Question

Ncbi Tax Id For Draft Bacteria Genomes

1

Entering edit mode

11.1 years ago

c.v.oflynn ▴ 100

Hi everyone,

I want to take advantage of the numerous draft bacteria genomes on ncbi's ftp site. I have thought for a while that is a shame not to use them in my pipeline, when there are only ~3000 in the Bacteria folder but an additional ~9000 in Bacteria_Draft most of pretty good quality. However the protein gi's from the drafts do not seem to be represented in the ncbi taxonomy (gi_taxid_prot.dmp). Which means that i cannot place them in my tree. Am i correct in assuming that ncbi does not place draft genomes in their tree? is there an alternative file with draft genomes included or does anybody know a method of making one? Another conversion file i use is this idmapping.dat from uniprot which has the protein gi's including drafts so that part of my pipeline should be ok, but what i do not have is a file to convert from GI, Accession whatever to additional third party database such as eggNogg, KEGG ...

So i guess my questions are;

can i get a from draft GI's > NCBI tax id

and does anybody have regularly updated conversion files for GI > GO, SEED, KEGG, EggNogg etc..

Thank in advance, Ciaran

ncbi taxonomy conversion bacteria • 5.2k views

ADD COMMENT • link updated 11.1 years ago by Pierre Lindenbaum 164k • written 11.1 years ago by c.v.oflynn ▴ 100

score 3 · Answer 1 · 2013-10-15

from ftp://ftp.ncbi.nih.gov/genomes/Bacteria_DRAFT/Acaricomes_phytoseiuli_DSM_14247_uid199097/NZ_AQXM00000000.gbk

you can find the line

/db_xref="taxon:1120917"

the GI of that sequence is 484233460 , it also works with ncbi-EFetch:

$ curl "http://eutils.ncbi.nlm.nih.gov/entrez/eutils/elink.fcgi?dbfrom=nucleotide&db=taxonomy&id=484233460&cmd=neighbor_score"

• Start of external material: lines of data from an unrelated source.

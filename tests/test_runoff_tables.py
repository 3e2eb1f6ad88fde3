"""From the kernel's daily water volumes per region to runoff.csv, runoff_monthly.csv and
the regime; the [runoff] config rows; gauge scores.

The kernel's daily region volumes (``KernelResult.daily``, (n_scen, n_days, n_regions, n_terms)
m3 per day, terms named by the IntEnum ``kernel.Daily``) are stood in for by small synthetic
arrays indexed by conftest's ``Daily`` (checked there to match the kernel's names).
"""

from __future__ import annotations

import math

import numpy as np
import pandas as pd
import pytest

from conftest import Daily, write_outlines
from firnline import parameters
from firnline.errors import InputError
from firnline.observations import parse_table
from firnline.runoff import (
    DAILY_COLUMNS,
    DEFAULT_STORAGE_DAYS,
    MONTHLY_COLUMNS,
    RESERVOIRS,
    check_discharge,
    daily_table,
    discharge_sigma_m3s,
    gauge_scores,
    glacier_ice_share,
    monthly_table,
    regime,
    runoff_series,
)

REGIONS = ("north", "south", "ice_free", "catchment")
AREA = np.array([4.0e6, 1.0e6, 81.4e6, 86.4e6])
K = tuple(DEFAULT_STORAGE_DAYS[n] for n in RESERVOIRS)


def synthetic(n_days=3 * 365 + 1, seed=3):
    """Daily volumes (m3) of two glaciers, the ice-free rest and the catchment (their sum)."""
    rng = np.random.default_rng(seed)
    v = np.zeros((n_days, 4, len(Daily)))
    doy = np.arange(n_days) % 365
    summer = np.clip(np.sin((doy - 180) / 365 * 2 * np.pi + np.pi / 2), 0, None)
    for r in range(3):
        a = AREA[r]
        v[:, r, Daily.RAIN] = rng.gamma(0.3, 3.0, n_days) * a * 1e-3
        v[:, r, Daily.SNOW_MELT] = 8.0 * summer * a * 1e-3
        v[:, r, Daily.REFREEZING] = 0.5 * summer * a * 1e-3
        if r < 2:
            v[:, r, Daily.FIRN_MELT] = 2.0 * summer**2 * a * 1e-3
            v[:, r, Daily.ICE_MELT] = 12.0 * summer**3 * a * 1e-3
            v[:, r, Daily.RELEASED_SNOW] = v[:, r, Daily.SNOW_MELT] - v[:, r, Daily.REFREEZING]
            v[:, r, Daily.RELEASED_FIRN] = v[:, r, Daily.FIRN_MELT]
            v[:, r, Daily.RELEASED_ICE] = v[:, r, Daily.ICE_MELT] + v[:, r, Daily.RAIN]
        else:
            v[:, r, Daily.RELEASED_GROUND] = (v[:, r, Daily.SNOW_MELT] - v[:, r, Daily.REFREEZING]
                                              + v[:, r, Daily.RAIN])
    v[:, 3] = v[:, :3].sum(axis=1)
    dates = np.arange(np.datetime64("2016-10-01"), np.datetime64("2016-10-01") + n_days)
    return v, dates


def test_one_mm_per_day_over_86_4_km2_released_steadily_is_one_cubic_metre_per_second():
    # common practice (arithmetic): 1e-3 m * 86.4e6 m2 / 86400 s = 1 m3 s-1; a steady release
    # leaves every linear reservoir at the same rate it enters (Baker et al., 1982).
    n = 400
    v = np.zeros((n, 1, len(Daily)))
    v[:, 0, Daily.RELEASED_GROUND] = 1e-3 * 86.4e6
    s = runoff_series(v, Daily, ["catchment"], [86.4e6], np.arange(n) + np.datetime64("2020-01-01"), K)
    assert s.discharge_m3s[0, -1] == pytest.approx(1.0, rel=1e-9)
    assert s.mm["released_mm"][0] == pytest.approx(np.ones(n), rel=1e-12)


def test_routed_volume_is_released_volume_plus_storage_change_in_every_region_and_reservoir():
    v, dates = synthetic()
    s = runoff_series(v, Daily, REGIONS, AREA, dates, K)
    released = np.stack([v[:, :, Daily[t]].T * 1e3 / AREA[:, None] for t in
                         ("RELEASED_SNOW", "RELEASED_FIRN", "RELEASED_ICE", "RELEASED_GROUND")], axis=1)
    lhs = s.routed_mm.sum(axis=2)
    rhs = released.sum(axis=2) + s.storage_start_mm - s.storage_end_mm
    assert np.allclose(lhs, rhs, rtol=1e-12, atol=1e-9)
    # discharge (m3 s-1) is the routed depth over the region's area per second
    assert np.allclose(s.discharge_m3s, s.routed_mm.sum(axis=1) * 1e-3 * AREA[:, None] / 86400.0, rtol=1e-12)
    # the catchment's series is the sum of its parts (the reservoirs are linear)
    assert np.allclose(s.discharge_m3s[3], s.discharge_m3s[:3].sum(axis=0), rtol=1e-10)


def test_reservoirs_start_spun_up_from_the_first_year():
    """Spin-up: starting storage = end storage after routing the first 365 days from empty, so
    a record that repeats one year exactly gives the same discharge in the first and second year."""
    v, dates = synthetic(730)
    v[365:] = v[:365]
    s = runoff_series(v, Daily, REGIONS, AREA, dates, K)
    assert np.allclose(s.discharge_m3s[:, :365], s.discharge_m3s[:, 365:], rtol=1e-9, atol=1e-12)
    empty = runoff_series(v, Daily, REGIONS, AREA, dates, K, spinup_days=0)
    assert not empty.storage_start_mm.any()
    assert np.allclose(empty.discharge_m3s[:, 400:], s.discharge_m3s[:, 400:], rtol=1e-4)


def test_runoff_csv_columns_regions_and_values():
    v, dates = synthetic()
    s = runoff_series(v, Daily, REGIONS, AREA, dates, K)
    t = daily_table(s)
    assert list(t.columns) == DAILY_COLUMNS                     # DESIGN.md
    assert list(t.region.unique()) == ["north", "south", "catchment"]
    north = t[t.region == "north"]
    assert north.date.iloc[0] == "2016-10-01" and len(north) == len(dates)
    assert np.allclose(north.rain_mm, v[:, 0, Daily.RAIN] * 1e3 / AREA[0])
    assert np.allclose(north.released_mm, v[:, 0, Daily.RELEASED_SNOW:].sum(axis=1) * 1e3 / AREA[0])


def test_monthly_table_sums_the_days_of_each_month_and_balance_year():
    v, dates = synthetic()
    s = runoff_series(v, Daily, REGIONS, AREA, dates, K)
    m = monthly_table(s, "10-01")
    d = daily_table(s)
    assert list(m.columns) == MONTHLY_COLUMNS
    first = m[(m.region == "catchment")].iloc[0]
    assert (first.balance_year, first.year, first.month, first.days) == (2017, 2016, 10, 31)
    cat = d[d.region == "catchment"]
    assert first.rain_mm == pytest.approx(cat.rain_mm.iloc[:31].sum(), rel=1e-12)
    assert first.discharge_m3s == pytest.approx(cat.discharge_m3s.iloc[:31].mean(), rel=1e-12)
    # balance years end in September: September 2017 is still 2017, October 2017 is 2018
    assert set(m[(m.year == 2017) & (m.month == 9)].balance_year) == {2017}
    assert set(m[(m.year == 2017) & (m.month == 10)].balance_year) == {2018}
    # monthly sums add up to the record
    assert m[m.region == "south"].released_mm.sum() == pytest.approx(d[d.region == "south"].released_mm.sum())
    # the glacier-ice share is a share, and zero where no glacier ice melts
    assert ((m.glacier_ice_share >= 0) & (m.glacier_ice_share <= 1)).all()
    assert m[m.region == "north"].glacier_ice_share.max() > 0.2


def test_glacier_ice_share_is_routed_ice_melt_over_routed_discharge():
    """Only ice melt: the share is 1 after the reservoirs filled; ice melt plus an equal steady rain
    on bare ice (both into the ice reservoir): 1/2."""
    n = 200
    v = np.zeros((n, 1, len(Daily)))
    v[:, 0, Daily.ICE_MELT] = 1000.0
    v[:, 0, Daily.RELEASED_ICE] = 1000.0
    dates = np.arange(n) + np.datetime64("2020-10-01")
    s = runoff_series(v, Daily, ["g"], [1e6], dates, K)
    assert s.glacier_ice_share[0, -1] == pytest.approx(1.0, rel=1e-12)
    v[:, 0, Daily.RAIN] = 1000.0
    v[:, 0, Daily.RELEASED_ICE] = 2000.0
    s = runoff_series(v, Daily, ["g"], [1e6], dates, K)
    assert s.glacier_ice_share[0, -1] == pytest.approx(0.5, rel=1e-12)
    assert glacier_ice_share(0.0, 0.0) == 0.0


def test_regime_averages_complete_balance_years_only():
    v, dates = synthetic(3 * 365 + 40)
    s = runoff_series(v, Daily, REGIONS, AREA, dates, K)
    m = monthly_table(s, "10-01")
    r = regime(m)
    cat = r[r.region == "catchment"].set_index("month")
    assert len(cat) == 12 and set(cat.years) == {3}
    mm = m[(m.region == "catchment") & (m.balance_year <= 2019)]
    july = mm[mm.month == 7]
    assert cat.loc[7, "ice_melt_mm"] == pytest.approx(july.ice_melt_mm.mean())
    assert cat.loc[7, "discharge_m3s"] == pytest.approx(np.average(july.discharge_m3s, weights=july.days))


def test_gauge_scores_over_the_overlapping_days():
    dates = np.arange(np.datetime64("2020-01-01"), np.datetime64("2020-01-11"))
    sim = np.arange(10, dtype=float) + 1.0
    text = "date,discharge_m3s\n" + "".join(
        f"{d},{'' if i == 4 else sim[i]}\n" for i, d in enumerate(dates[2:], start=2)) + "2020-01-20,5.0\n"
    obs = check_discharge(parse_table(text, "q.csv"))
    sc = gauge_scores(dates, sim, obs)
    # a perfect fit on the 7 overlapping days (2 before the gauge, 1 gap): NSE = KGE = 1, no volume error
    assert sc["days"] == 7 and sc["first_day"] == "2020-01-03" and sc["last_day"] == "2020-01-10"
    assert sc["nse"] == pytest.approx(1.0) and sc["kge"] == pytest.approx(1.0)
    assert sc["volume_error"] == pytest.approx(0.0)
    late = check_discharge(parse_table("date,discharge_m3s\n2021-05-01,3.0\n", "late.csv"))
    with pytest.raises(InputError, match="late.csv.*no value on a modelled day"):
        gauge_scores(dates, sim, late)


def test_discharge_sigma_is_relative_to_the_flow_level_with_a_low_flow_floor():
    q = np.array([0.0, 1.0, 10.0, np.nan, 29.0])          # mean of the values: 10, floor 1
    s = discharge_sigma_m3s(q, 20.0, window_days=1)        # level = the day's own value
    assert np.allclose(s[[0, 1, 2, 4]], [0.2, 0.2, 2.0, 5.8]) and np.isnan(s[3])
    s = discharge_sigma_m3s(q, 20.0, window_days=3)        # centred 3-day means: 0.5, 11/3, 5.5, 19.5, 29
    assert np.allclose(s[[0, 1, 2, 4]], [0.2, 0.2 * 11 / 3, 1.1, 5.8])


def test_runoff_section_in_the_registry_and_config(tmp_path):
    import firnline
    from firnline.config import parse_config

    for name in RESERVOIRS:
        p = parameters.get(f"storage_days_{name}")
        assert p.section == "runoff" and p.unit == "d" and p.default == DEFAULT_STORAGE_DAYS[name]
        assert p.bounds[0] < p.default < p.bounds[1] and p.source
    base = {"dem": {"path": "dem.tif"}, "climate": {"station_file": "s.csv", "station_elevation_m": 1000.0}}
    cfg = parse_config(base, tmp_path)
    assert parameters.storage_days(cfg) == K and cfg.runoff.catchment is None
    cfg = parse_config({**base, "runoff": {"catchment": "c.gpkg", "storage_days_ice": 1.0},
                        "observations": {"discharge": "q.csv"}}, tmp_path)
    assert cfg.runoff.catchment == (tmp_path / "c.gpkg").resolve()
    assert cfg.observations.discharge == (tmp_path / "q.csv").resolve()
    assert cfg.with_values(storage_days_firn=20.0).runoff.storage_days_firn == 20.0
    assert cfg.runoff.storage_days_ice == 1.0
    with pytest.raises(InputError, match=r"\[runoff\] storage_days_snow must be a number >= 0"):
        parse_config({**base, "runoff": {"storage_days_snow": -1}}, tmp_path)
    assert math.isclose(firnline.config.SCHEMA["calibration"]["discharge_sigma_pct"][1], 15.0)


def test_runoff_files_and_cf_time_axis(tmp_path):
    """runoff.csv, runoff_monthly.csv and runoff.nc (CF 1.8: time coordinate with bounds,
    timeSeries feature type, cf_role timeseries_id; NetCDF Climate and Forecast Metadata
    Conventions 1.8, chapters 4.4, 7.1 and 9)."""
    import xarray as xr

    from firnline.outputs import staged
    from firnline.runoff_products import write_run_runoff

    v, dates = synthetic()
    s = runoff_series(v, Daily, REGIONS, AREA, dates, K)
    with staged(tmp_path) as st:
        write_run_runoff(st, s, "10-01", {"title": "test"})
    daily = pd.read_csv(tmp_path / "runoff.csv")
    assert list(daily.columns) == DAILY_COLUMNS
    monthly = pd.read_csv(tmp_path / "runoff_monthly.csv")
    assert list(monthly.columns) == MONTHLY_COLUMNS
    with xr.open_dataset(tmp_path / "runoff.nc", decode_times=False) as ds:
        assert ds.attrs["featureType"] == "timeSeries" and ds.attrs["Conventions"] == "CF-1.8"
        t = ds["time"]
        assert t.attrs["standard_name"] == "time" and t.attrs["bounds"] == "time_bounds"
        assert t.attrs["units"] == "days since 1970-01-01 00:00:00"
        first = (np.datetime64("2016-10-01") - np.datetime64("1970-01-01")).astype(int)
        assert float(t[0]) == first + 0.5 and list(ds["time_bounds"][0].values) == [first, first + 1]
        assert ds["region_name"].attrs["cf_role"] == "timeseries_id"
        assert [str(x) for x in ds["region_name"].values] == list(REGIONS)
        assert np.allclose(ds["discharge_m3s"].values, s.discharge_m3s)
    with xr.open_dataset(tmp_path / "runoff.nc") as ds:        # decodes as dates
        assert str(ds.time.values[0])[:10] == "2016-10-01"


def test_hydrograph_and_regime_figures(tmp_path):
    from firnline.charts import png_bytes
    from firnline.runoff import scenario_regimes
    from firnline.runoff_products import hydrograph_figure, regime_figure

    v, dates = synthetic()
    s = runoff_series(v, Daily, REGIONS, AREA, dates, K)
    text = "date,discharge_m3s\n" + "".join(f"{d},{q * 1.1:.3f}\n" for d, q in zip(dates[::2], s.discharge_m3s[3, ::2]))
    obs = check_discharge(parse_table(text, "q.csv"))
    sc = gauge_scores(dates, s.discharge_m3s[3], obs)
    png = png_bytes(hydrograph_figure(s, "10-01", obs, sc, site="Test valley"))
    (tmp_path / "hydrograph.png").write_bytes(png)
    assert png[:8] == b"\x89PNG\r\n\x1a\n"
    v2 = v.copy()
    v2[:, :, Daily.ICE_MELT] *= 1.5
    v2[:, :, Daily.RELEASED_ICE] += 0.5 * v[:, :, Daily.ICE_MELT]
    s2 = runoff_series(v2, Daily, REGIONS, AREA, dates, K)
    reg = scenario_regimes([("reference", 0.0, 0.0, s), ("+2 K", 2.0, 0.0, s2)], "10-01")
    from firnline.runoff import REGIME_COLUMNS
    assert list(reg.columns) == REGIME_COLUMNS
    jul = reg[(reg.region == "catchment") & (reg.month == 7)].set_index("scenario")
    assert jul.loc["+2 K", "glacier_ice_share"] > jul.loc["reference", "glacier_ice_share"]
    png = png_bytes(regime_figure(reg, "10-01", site="Test valley"))
    (tmp_path / "regimes.png").write_bytes(png)


def test_catchment_polygon_weights_cells_by_their_exact_share(tmp_path):
    """Two overlapping polygons in UTM 32N over a 10 x 10 grid of 100 m cells: their union
    counts once; a polygon edge through the middle of a column gives that column 0.5
    (exact area shares, as for glacier outlines)."""
    import shapely
    from rasterio.transform import from_origin

    from firnline.catchment import catchment_weight

    tr = from_origin(500000.0, 5200000.0, 100.0, 100.0)
    a = shapely.box(500000.0, 5199000.0, 500350.0, 5200000.0)           # columns 0-2 and half of 3
    b = shapely.box(500100.0, 5199500.0, 500250.0, 5200000.0)           # inside a
    path = write_outlines(tmp_path / "c.gpkg", ["x", "y"], [a, b], "GPKG", crs="EPSG:32632")
    valid = np.ones((10, 10), bool)
    cells = np.flatnonzero(valid.ravel())
    w, warn = catchment_weight(path, None, "EPSG:32632", tr, (10, 10), valid, 1e4, cells)
    grid = w.reshape(10, 10)
    assert np.allclose(grid[:, :3], 1.0) and np.allclose(grid[:, 3], 0.5) and not grid[:, 4:].any()
    assert not warn
    with pytest.raises(InputError, match=r"Catchment file .*nothere.gpkg.*does not exist"):
        catchment_weight(tmp_path / "nothere.gpkg", None, "EPSG:32632", tr, (10, 10), valid, 1e4, cells)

http://www.ncbi.nlm.nih.gov/entrez/query/DTD/eLink_101123.dtd">
<eLinkResult>

    <LinkSet>
        <DbFrom>nuccore</DbFrom>
        <IdList>
            <Id>484233460</Id>
        </IdList>
        <LinkSetDb>
            <DbTo>taxonomy</DbTo>
            <LinkName>nuccore_taxonomy</LinkName>
            <Link>
                <Id>1120917</Id>
                <Score>0</Score>
            </Link>
        </LinkSetDb>
    </LinkSet>
</eLinkResult>

furthermore, notice that the tax-id is in the filename.